def _closed_form_seeds(run: _Run, fps) -> list[srch.Found]:
    """Closed-form L-sections (Pozar 4th ed. sec. 5.1) at five frequencies per band, placed on every
    footprint position sequence they fit: starting points for the exact refinement."""
    sw = run.sweep
    seeds = []
    for t in run.targets:
        if not t.optimised:
            continue
        fs = np.array([t.f_low_hz]) if t.is_point else np.linspace(t.f_low_hz, t.f_high_hz, 5)
        for f, g in zip(fs, gamma_at_many(sw.f_hz, sw.gamma, fs, sw.path), strict=True):
            if abs(g) >= 1 - LOSSLESS_TOL:
                continue
            z = complex(impedance_ohm(g, run.z0))
            nets = synthesize_at(z, float(f), run.z0, single_part_rl_db=0.0)
            for net in nets:
                seeds += _placements(net.elements, fps)
    return seeds


def _placements(elements: Sequence[Element], fps) -> list[srch.Found]:
    """``elements`` (radio side first) placed on every run of footprint positions with the same
    connections in the same order, the other positions empty."""
    out = []
    for fp in fps:
        for combo in itertools.combinations(range(len(fp.connections)), len(elements)):
            if any(fp.connections[c] != e.connection for c, e in zip(combo, elements, strict=True)):
                continue
            kinds = [srch.NONE] * len(fp.connections)
            values = [math.nan] * len(fp.connections)
            for c, e in zip(combo, elements, strict=True):
                kinds[c] = srch.INDUCTOR if e.kind == "inductor" else srch.CAPACITOR
                values[c] = e.value
            out.append(srch.Found(math.inf, fp, tuple(kinds), tuple(values)))
    return out


def _refine(run: _Run, fps, starts: list[srch.Found], keep: int) -> list[srch.Found]:
    """Nelder-Mead minimax on the log values of the fitted positions from every start; best per circuit."""
    p = run.problem
    best: dict[tuple, srch.Found] = {}
    for s in starts:
        fitted = [j for j, k in enumerate(s.kinds) if k != srch.NONE]
        if not fitted:
            c = srch.cost_of(p, s.footprint.connections, s.kinds, s.values)
            key = srch.canonical(s.footprint.connections, s.kinds)
            if key not in best or c < best[key].cost:
                best[key] = srch.Found(c, s.footprint, s.kinds, s.values)
            continue
        ranges = [run.range_ends.get((s.footprint, j + 1, srch.KIND_NAMES[s.kinds[j]])) for j in fitted]
        if any(r is None for r in ranges):
            continue
        lo = np.log([r[0] for r in ranges])
        hi = np.log([r[1] for r in ranges])
        x0 = np.clip(np.log([s.values[j] for j in fitted]), lo, hi)

        def values_of(x, s=s, fitted=fitted):
            v = list(s.values)
            for j, xv in zip(fitted, np.exp(x), strict=True):
                v[j] = float(xv)
            return v

        def cost(x, s=s, lo=lo, hi=hi):
            xc = np.minimum(np.maximum(x, lo), hi)
            return srch.cost_of(p, s.footprint.connections, s.kinds, values_of(xc)) + float(np.sum((x - xc) ** 2))

        x, _ = nelder_mead(cost, x0, xatol=1e-6, fatol=1e-12, maxiter=400 * len(x0))
        # a second pass from the result restarts a simplex that collapsed on a ridge
        x, _ = nelder_mead(cost, np.clip(x, lo, hi), step=0.01, xatol=1e-7, fatol=1e-14, maxiter=400 * len(x0))
        x = np.clip(x, lo, hi)
        vals = values_of(x)
        c = srch.cost_of(p, s.footprint.connections, s.kinds, vals)
        c0 = srch.cost_of(p, s.footprint.connections, s.kinds, values_of(x0))
        if c0 < c:
            c, vals = c0, values_of(x0)
        key = srch.canonical(s.footprint.connections, s.kinds)
        if key not in best or c < best[key].cost:
            best[key] = srch.Found(c, s.footprint, s.kinds, tuple(vals))
    return sorted(best.values(), key=lambda f: f.cost)[:keep]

──────

§ **The task**: Set down each record again, exactly as written.

§ **The completed task**:
def _closed_form_seeds(run: _Run, fps) -> list[srch.Found]:
    """Closed-form L-sections (Pozar 4th ed. sec. 5.1) at five frequencies per band, placed on every
    footprint position sequence they fit: starting points for the exact refinement."""
    sw = run.sweep
    seeds = []
    for t in run.targets:
        if not t.optimised:
            continue
        fs = np.array([t.f_low_hz]) if t.is_point else np.linspace(t.f_low_hz, t.f_high_hz, 5)
        for f, g in zip(fs, gamma_at_many(sw.f_hz, sw.gamma, fs, sw.path), strict=True):
            if abs(g) >= 1 - LOSSLESS_TOL:
                continue
            z = complex(impedance_ohm(g, run.z0))
            nets = synthesize_at(z, float(f), run.z0, single_part_rl_db=0.0)
            for net in nets:
                seeds += _placements(net.elements, fps)
    return seeds


def _placements(elements: Sequence[Element], fps) -> list[srch.Found]:
    """``elements`` (radio side first) placed on every run of footprint positions with the same
    connections in the same order, the other positions empty."""
    out = []
    for fp in fps:
        for combo in itertools.combinations(range(len(fp.connections)), len(elements)):
            if any(fp.connections[c] != e.connection for c, e in zip(combo, elements, strict=True)):
                continue
            kinds = [srch.NONE] * len(fp.connections)
            values = [math.nan] * len(fp.connections)
            for c, e in zip(combo, elements, strict=True):
                kinds[c] = srch.INDUCTOR if e.kind == "inductor" else srch.CAPACITOR
                values[c] = e.value
            out.append(srch.Found(math.inf, fp, tuple(kinds), tuple(values)))
    return out


def _refine(run: _Run, fps, starts: list[srch.Found], keep: int) -> list[srch.Found]:
    """Nelder-Mead minimax on the log values of the fitted positions from every start; best per circuit."""
    p = run.problem
    best: dict[tuple, srch.Found] = {}
    for s in starts:
        fitted = [j for j, k in enumerate(s.kinds) if k != srch.NONE]
        if not fitted:
            c = srch.cost_of(p, s.footprint.connections, s.kinds, s.values)
            key = srch.canonical(s.footprint.connections, s.kinds)
            if key not in best or c < best[key].cost:
                best[key] = srch.Found(c, s.footprint, s.kinds, s.values)
            continue
        ranges = [run.range_ends.get((s.footprint, j + 1, srch.KIND_NAMES[s.kinds[j]])) for j in fitted]
        if any(r is None for r in ranges):
            continue
        lo = np.log([r[0] for r in ranges])
        hi = np.log([r[1] for r in ranges])
        x0 = np.clip(np.log([s.values[j] for j in fitted]), lo, hi)

        def values_of(x, s=s, fitted=fitted):
            v = list(s.values)
            for j, xv in zip(fitted, np.exp(x), strict=True):
                v[j] = float(xv)
            return v

        def cost(x, s=s, lo=lo, hi=hi):
            xc = np.minimum(np.maximum(x, lo), hi)
            return srch.cost_of(p, s.footprint.connections, s.kinds, values_of(xc)) + float(np.sum((x - xc) ** 2))

        x, _ = nelder_mead(cost, x0, xatol=1e-6, fatol=1e-12, maxiter=400 * len(x0))
        # a second pass from the result restarts a simplex that collapsed on a ridge
        x, _ = nelder_mead(cost, np.clip(x, lo, hi), step=0.01, xatol=1e-7, fatol=1e-14, maxiter=400 * len(x0))
        x = np.clip(x, lo, hi)
        vals = values_of(x)
        c = srch.cost_of(p, s.footprint.connections, s.kinds, vals)
        c0 = srch.cost_of(p, s.footprint.connections, s.kinds, values_of(x0))
        if c0 < c:
            c, vals = c0, values_of(x0)
        key = srch.canonical(s.footprint.connections, s.kinds)
        if key not in best or c < best[key].cost:
            best[key] = srch.Found(c, s.footprint, s.kinds, tuple(vals))
    return sorted(best.values(), key=lambda f: f.cost)[:keep]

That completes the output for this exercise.